# Not the way it was.



## gwest (Feb 24, 2010)

Just finished dinner. Phone rang, on the other end was a business that is about 20 minutes away. They said there was a swarm of Honeybees on a commercial trash dumpster. Would you come and get them? I told them I would be right over. About 30 minutes later I was face to face with the honeybees. 
They were all over the dumpster. inside and out. Along with and in the trash bags, *WHAT A MESS*. I did not put on a suit and gloves as it was to be a swarm. *THEY... ARE... MEAN*. I put my suit on very quickly, What nasty honeybees. Finally, 2hrs later 95% of the honeybees are in the box. There was a lot of bees. Although a few met their maker after they let me have the point.
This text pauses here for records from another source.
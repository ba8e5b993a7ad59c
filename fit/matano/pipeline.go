package matano

import (
	"fmt"
	"math"
	"sort"

	"github.com/fickfit/fickfit/fit"
)

// scaling maps the measured couple to the unit-free problem the smoother
// is fitted on: positions u = ±(x − xc)/xs in [−1, 1] and values
// v = (y − a)/b, with a and b taken from the data so that v runs from about
// 0 to about 1, and the sign of u chosen so that v rises with u, whatever
// the unit and the direction of the profile. Every decision of the smoother
// (starts, damping, stops, admissibility, the choice of the number of
// terms) is made on (u, v), so the curve found for a profile in at% is the
// one found in fractions scaled by 100, and positions in µm or mm, from any
// origin and in either direction, give the same curve in metres.
type scaling struct {
	xc, xs, a, b float64
	flip         bool // u = −(x − xc)/xs: the profile falls with depth
}

// grid is the resolution of u and v: the unit-free data are rounded to it
// (2⁻⁴⁰ ≈ 9e-13 of the range, far below any measurement's resolution) so
// that the same couple written in other units, whose scaled values differ
// in the last bits, gives bit-identical data and so the very same
// decisions — a fit accepted or not, the number of terms — here and in
// every bootstrap replicate.
const grid = 0x1p-40

// scale returns the scaling of the depth-ordered couple (x, y) and the
// unit-free positions and values, ordered by u: xc and xs put the first
// and last point at ±1; a and b come from the means of the outer sixths of
// the points (at most five) at either end, so that v goes from about 0 to
// about 1.
func scale(x, y []float64) (sc scaling, u, v []float64, err error) {
	n := len(x)
	sc.xc, sc.xs = (x[0]+x[n-1])/2, (x[n-1]-x[0])/2
	k := max(1, min(n/6, 5))
	end := func(from, step int) float64 {
		var m float64
		for i := 0; i < k; i++ {
			m += y[from+i*step]
		}
		return m / float64(k)
	}
	lo, hi := end(0, 1), end(n-1, -1)
	if !(lo != hi) {
		return sc, nil, nil, fmt.Errorf("%w: both ends of the profile have the same level (%g): not a diffusion couple", fit.ErrBadInput, lo)
	}
	sc.flip = hi < lo
	sc.a, sc.b = lo, hi-lo
	if sc.flip {
		sc.a, sc.b = hi, lo-hi
	}
	u, v = make([]float64, n), make([]float64, n)
	for i := range x {
		j := i
		if sc.flip {
			j = n - 1 - i
		}
		ui := (x[j] - sc.xc) / sc.xs
		if sc.flip {
			ui = -ui
		}
		u[i] = math.Round(ui/grid) * grid
		v[i] = math.Round((y[j]-sc.a)/sc.b/grid) * grid
	}
	return sc, u, v, nil
}

// smooth returns the curve of internal parameters p (k terms, unit-free)
// in the data's units. With u = −(x − xc)/xs, Φ((u − m)/s) =
// 1 − Φ((x − (xc − xs·m))/(xs·s)): the terms keep their weights, the end
// levels change places.
func (sc scaling) smooth(k int, p []float64) *Smooth {
	s := erfSum{k: k}.unpack(p)
	s.CL, s.CR = sc.a+sc.b*s.CL, sc.a+sc.b*s.CR
	sign := 1.0
	if sc.flip {
		s.CL, s.CR = s.CR, s.CL
		sign = -1
	}
	for j := range s.M {
		s.M[j] = sc.xc + sign*sc.xs*s.M[j]
		s.S[j] *= sc.xs
	}
	return s
}

// pipeline is the whole smoothing procedure applied to one set of values
// on fixed positions: the data-derived starts, the fits adding one term at
// a time, the admissibility rules and the choice of the number of terms.
// The band runs it unchanged on each bootstrap replicate.
type pipeline struct {
	u []float64 // positions, unit-free, increasing
	// terms > 0 fixes the number of terms; 0 chooses it (see run).
	terms int
	// kmax is the largest number of terms fitted when choosing.
	kmax int
	// smin and smax bound the width of a term of a curve with two or
	// more terms (unit-free); see admissible.
	smin, smax float64
}

// maxTerms is the largest number of erf terms a smoother may have.
const maxTerms = 8

// candidate is an admissible fit with k terms (the first its starts gave).
type candidate struct {
	k    int
	p    []float64 // internal parameters, unit-free
	rss  float64
	aicc float64
	// aiccFit is the fit AICc chose: the candidate itself, or the one
	// with a term fewer (see run); itself when the number is fixed.
	aiccFit *candidate
}

// newPipeline sets the admissibility bounds from the positions: a term of a
// curve with several terms must be at least as wide as the median spacing
// of the points (narrower, it rises between two neighbours and fits the
// scatter of one point) and at most half the half-range of the data (wider,
// it is a slope across the plateaus and moves the extrapolated end levels).
func newPipeline(u []float64, terms, kmax int) *pipeline {
	gaps := make([]float64, 0, len(u)-1)
	for i := 1; i < len(u); i++ {
		gaps = append(gaps, u[i]-u[i-1])
	}
	sort.Float64s(gaps)
	h := gaps[len(gaps)/2]
	if !(h > 0) {
		h = 2 / float64(len(u)-1)
	}
	return &pipeline{u: u, terms: terms, kmax: kmax, smin: h, smax: 0.5}
}

// admissible tells whether s (unit-free) is a curve the data can support:
// with two or more terms every term has its centre within the data, a
// width between smin and smax and a weight of at least 1e-4.
func (pl *pipeline) admissible(s *Smooth) bool {
	if len(s.W) == 1 {
		return s.S[0] > 0 && finite(s.M[0]) && finite(s.S[0])
	}
	for j := range s.W {
		if !(s.M[j] >= -1 && s.M[j] <= 1 && s.S[j] >= pl.smin && s.S[j] <= pl.smax && s.W[j] >= 1e-4) {
			return false
		}
	}
	return true
}

// hopeless tells whether an iterate has left the admissible region so far
// that the fit is not worth finishing: a term at half the smallest or twice
// the largest width, centred well outside the data, or with a weight below
// the admissible one. (A fit that ends there would be rejected; stopping
// early only saves the iterations.)
func (pl *pipeline) hopeless(s *Smooth) bool {
	if len(s.W) == 1 {
		return !(s.S[0] > 1e-6 && s.S[0] < 1e3 && math.Abs(s.M[0]) < 1e3)
	}
	for j := range s.W {
		if !(math.Abs(s.M[j]) < 1.5 && s.S[j] > pl.smin/2 && s.S[j] < 2*pl.smax && s.W[j] > 1e-5) {
			return true
		}
	}
	return false
}

// fitK returns the first admissible fit with k terms from the starts, in
// order, or nil.
func (pl *pipeline) fitK(v []float64, k int, p0s [][]float64, w *lmWork) *candidate {
	n, np := len(v), 3*k+1
	for _, p0 := range p0s {
		p, rss, ok := lmFit(pl.u, v, k, p0, w, pl.hopeless)
		if !ok {
			continue
		}
		m := erfSum{k: k}
		m.fill(p, &w.s)
		if !pl.admissible(&w.s) {
			continue
		}
		// Hurvich & Tsai, Biometrika 76 (1989) 297–307:
		// AICc = n ln(RSS/n) + 2p + 2p(p + 1)/(n − p − 1).
		aicc := float64(n)*math.Log(math.Max(rss, 1e-300)/float64(n)) + 2*float64(np) + 2*float64(np*(np+1))/float64(n-np-1)
		return &candidate{k: k, p: append([]float64(nil), p...), rss: rss, aicc: aicc}
	}
	return nil
}

// run applies the pipeline to the values v (unit-free, on pl.u) and returns
// the chosen fit, or nil when no admissible curve was found.
//
// With a fixed number of terms that number is fitted. Otherwise terms are
// added one at a time, k = 1, 2, … up to kmax, as long as each lowers AICc;
// k̂ is the last that did, and the curve used is the first that did not —
// k̂ + 1 terms — when it is admissible, the k̂-term curve otherwise. Why
// one term more than AICc: AICc balances the smoother's bias against its
// variance for the profile, but D(C) depends on the slope and on an
// integral of the curve, and for those the bias left at the AICc choice is
// of the order of the standard error, so a band around it misses the truth
// far more often than its level says. Choosing a richer curve than the
// criterion's optimum so that the bias becomes small against the spread
// ("undersmoothing": P. Hall, "Effect of bias estimation on coverage
// accuracy of bootstrap confidence intervals for a probability density",
// Ann. Statist. 20 (1992) 675–694; L. Wasserman, All of Nonparametric
// Statistics, Springer 2006, §5.7) is the standard remedy. For this basis
// one term more cuts the bias of D by a factor of two to five (largest bias
// over 10–90 % of the range for a noise-free couple whose D rises ×10:
// 5.8 % with three terms, 2.3 % with four, 0.4 % with five) while the
// spread grows by about a third; TestBandCoverage checks the coverage that
// results.
func (pl *pipeline) run(v []float64, w *lmWork) *candidate {
	n := len(v)
	cl, cr, m, s, err := oneTermStart(pl.u, v)
	if err != nil {
		return nil
	}
	kmax := pl.kmax
	if pl.terms > 0 {
		kmax = pl.terms
	}
	var prev, best *candidate
	for k := 1; k <= kmax && n >= 3*k+1+4; k++ {
		// Grow the previous curve by splitting a term; when that fails,
		// spread k terms over the one-term curve. (Two further starts,
		// widths growing or shrinking across the profile, found an
		// admissible curve these missed in 5 of 148 fits on simulated ×10
		// couples, for 40 % more work in the whole pipeline.)
		var p0s [][]float64
		if k > 1 && prev != nil {
			p0s = append(p0s, split(prev.p, k-1))
		}
		p0s = append(p0s, start(k, cl, cr, m, s))
		f := pl.fitK(v, k, p0s, w)
		if k == 1 && f != nil {
			// Later starts build on the one-term fit.
			cl, cr, m, s = f.p[0], f.p[1], f.p[2], math.Exp(f.p[3])
		}
		prev = f
		if pl.terms > 0 {
			if k == pl.terms && f != nil {
				f.aiccFit = f
				return f
			}
			continue
		}
		if f != nil && (best == nil || f.aicc < best.aicc) {
			best = f
			continue
		}
		if best != nil {
			// k terms do not lower AICc: k̂ = k − 1.
			if f != nil {
				f.aiccFit = best
				return f
			}
			break
		}
	}
	if best != nil {
		best.aiccFit = best
	}
	return best
}

// split returns a start for k+1 terms from a fit with k terms (internal
// parameters p): the term carrying the largest weight × width is replaced by
// two of half its weight, 0.7 of its width, half a width either side of its
// centre — the usual way to grow a mixture one component at a time.
func split(p []float64, k int) []float64 {
	m := erfSum{k: k}
	s := m.unpack(p)
	j := 0
	for i := range s.W {
		if s.W[i]*s.S[i] > s.W[j]*s.S[j] {
			j = i
		}
	}
	q := make([]float64, 3*(k+1)+1)
	q[0], q[1] = p[0], p[1]
	w := make([]float64, 0, k+1)
	put := func(i int, mm, ss, ww float64) {
		q[2+2*i], q[3+2*i] = mm, math.Log(ss)
		w = append(w, ww)
	}
	i := 0
	for t := range s.W {
		if t == j {
			put(i, s.M[t]-0.5*s.S[t], 0.7*s.S[t], s.W[t]/2)
			put(i+1, s.M[t]+0.5*s.S[t], 0.7*s.S[t], s.W[t]/2)
			i += 2
			continue
		}
		put(i, s.M[t], s.S[t], s.W[t])
		i++
	}
	// Softmax logits relative to the first term.
	for t := 1; t <= k; t++ {
		q[2+2*(k+1)+t-1] = math.Log(w[t] / w[0])
	}
	return q
}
Little white pulsating venom sacks all over me, poor honeybees. Got the honeybees home and the next day pulled 2 frames of brood from another hive. They are doing GREAT. 
After a few experiences of messing with Honeybees, I believe a commercial pollinator may have stopped at this business to fuel the truck, eat and or sleep. maybe he did not leave until the sun came up or they flew to the light pole next to the dumpster and when the sun came up the Honeybees settled on the dumpster. In a trash bag I had a empty Honey Nut Cheerios box full of Honeybees, I would not have thought that. In any event I received my venom dosage and the honeybees got a new home. What an adventure. :w:


----------



## Bsweet (Apr 9, 2010)

Kinda glad you got that call and not me Jim


----------



## cwood6_10 (Apr 17, 2012)

I second what Bsweet said. i got stung on the nose the other day by mean bees like that the other day. Standing 20 feet away not even bothering them. Have some of them in the back yard and they don't like it when I come by. very unhappy bees


----------